* ASSIGNMENT
Return each line of the listing that follows in which the string "ndarray" can be found.

* EXERCISE INPUT
"""One evaluation as a whole: its numbers against direct ones, degenerate records, and its time."""

from __future__ import annotations

import time

import numpy as np
import pytest
from threadpoolctl import threadpool_limits

from streaming.assessment import Context, assess, report
from streaming.declaration import Criterion, Reference
from streaming.energies import fraction_halfwidths, group_halfwidth
from streaming.modal import modal_moments
from streaming.motion import Motion
from streaming.noise import hard_threshold, noise_level
from streaming.report import State
from tests.streaming.direct_moments import moments_of


def rows_of(n: int, seed: int = 0, m: int = 12) -> np.ndarray:
    out: np.ndarray = np.random.default_rng(seed).standard_normal((n, m)) * 0.7 ** np.arange(m) + 3.0
    return out


def test_energies_are_those_of_the_batch_decomposition() -> None:
    rows = rows_of(1280)
    criterion = Criterion(n_modes=3)
    context = Context(n_snapshots=1280, block_length=20, n_rows=12, time_step=0.1)
    said = report(assess(moments_of(rows, 64), criterion, context), context)
    values = np.linalg.svd(rows - rows.mean(axis=0), compute_uv=False)
    np.testing.assert_allclose([mode.singular_value for mode in said.modes], values[: len(said.modes)], rtol=1e-10)
    assert said.total_energy == pytest.approx((values**2).sum() / 1280)
    assert said.captured_energy_fraction == pytest.approx(1.0)
    assert said.effective_samples is not None
    assert said.integral_time == pytest.approx(0.1 * 1280 / (2 * said.effective_samples))


def test_intervals_hold_the_true_energy_share() -> None:
    energies = 0.49 ** np.arange(12)
    held = 0
    for seed in range(200):
        modal = modal_moments(moments_of(rows_of(1280, seed), 32), 4)
        half = fraction_halfwidths(modal, 0.95)[0]
        held += abs(modal.eigenvalues[0] / modal.total_energy - energies[0] / energies.sum()) <= half
    assert 0.91 <= held / 200 <= 0.985


def test_the_halfwidth_of_a_group() -> None:
    """Variance 2 lambda^2 / N of the energy of independent Gaussian snapshots (Anderson 1963)."""
    modal = modal_moments(moments_of(rows_of(6400), 32), 4)
    assert group_halfwidth(modal, (0, 1), 0.95) == pytest.approx(2.0 * np.sqrt(2.0 / 6400), rel=0.4)


@pytest.mark.parametrize(("aspect", "threshold"), [(0.05, 1.506607), (0.5, 1.978599), (1.0, 4.0 / np.sqrt(3.0))])
def test_the_hard_threshold(aspect: float, threshold: float) -> None:
    """Gavish & Donoho (2014): 4 / sqrt(3) for a square matrix; the others from their formula for known noise."""
    assert hard_threshold(aspect) == pytest.approx(threshold, abs=1e-6)


def test_noise_edge_and_number_of_modes() -> None:
    """White noise of variance 0.25 in 100 rows, three strong directions; edge of Marchenko & Pastur (1967)."""
    rng = np.random.default_rng(5)
    rows = 0.5 * rng.standard_normal((1600, 100))
    rows[:, :3] += rng.standard_normal((1600, 3)) * [5.0, 4.0, 3.0]
    found = noise_level(modal_moments(moments_of(rows, 32, rank=12), 12), 100)
    assert found is not None
    assert found.n_modes == 3
    assert found.edge == pytest.approx(0.25 * (1.0 + np.sqrt(100 / 1600)) ** 2, rel=0.05)


@pytest.mark.parametrize(
    "rows",
    [
        pytest.param(np.zeros((320, 6)), id="all zero"),
        pytest.param(np.ones((320, 6)), id="constant"),
        pytest.param(np.outer(np.sin(np.arange(320)), np.ones(6)), id="one direction"),
        pytest.param(1e-12 * rows_of(320, m=6), id="tiny"),
        pytest.param(1e12 * rows_of(320, m=6), id="huge"),
    ],
)
@pytest.mark.parametrize("n_blocks", [1, 2, 8, 32])
def test_degenerate_records_give_finite_numbers(rows: np.ndarray, n_blocks: int) -> None:
    context = Context(n_snapshots=320, block_length=10, n_rows=6)
    said = report(assess(moments_of(rows, n_blocks), Criterion(n_modes=3), context), context)
    assert said.verdict.state != State.SETTLED
    assert "nan" not in said.model_dump_json().lower()
    assert all(0.0 <= group.angle_bound_deg <= 90.0 for group in said.groups)


def test_peaks_become_strouhal_numbers() -> None:
    reference = Reference(length=0.1, speed=10.0)
    context = Context(1280, 20, reference=reference, motion=Motion(peaks=(20.0, None)))
    said = report(assess(moments_of(rows_of(1280), 32), Criterion(n_modes=2), context), context)
    assert said.modes[0].strouhal == pytest.approx(0.2)
    assert said.modes[1].strouhal is None


def test_one_evaluation_takes_under_fifty_milliseconds() -> None:
    """Rank 40, 64 blocks, one thread: processor time, best of several, so that a busy machine does not fail it."""
    moments = moments_of(np.random.default_rng(6).standard_normal((6400, 60)) * 0.9 ** np.arange(60), 64, rank=40)
    criterion, context = Criterion(n_modes=6), Context(n_snapshots=6400, block_length=80, n_rows=60)
    taken = []
    with threadpool_limits(1):
        for _ in range(12):
            start = time.process_time()
            assess(moments, criterion, context)
            taken.append(time.process_time() - start)
    assert min(taken) < 0.05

* REPLY
def rows_of(n: int, seed: int = 0, m: int = 12) -> np.ndarray:
    out: np.ndarray = np.random.default_rng(seed).standard_normal((n, m)) * 0.7 ** np.arange(m) + 3.0
def test_degenerate_records_give_finite_numbers(rows: np.ndarray, n_blocks: int) -> None:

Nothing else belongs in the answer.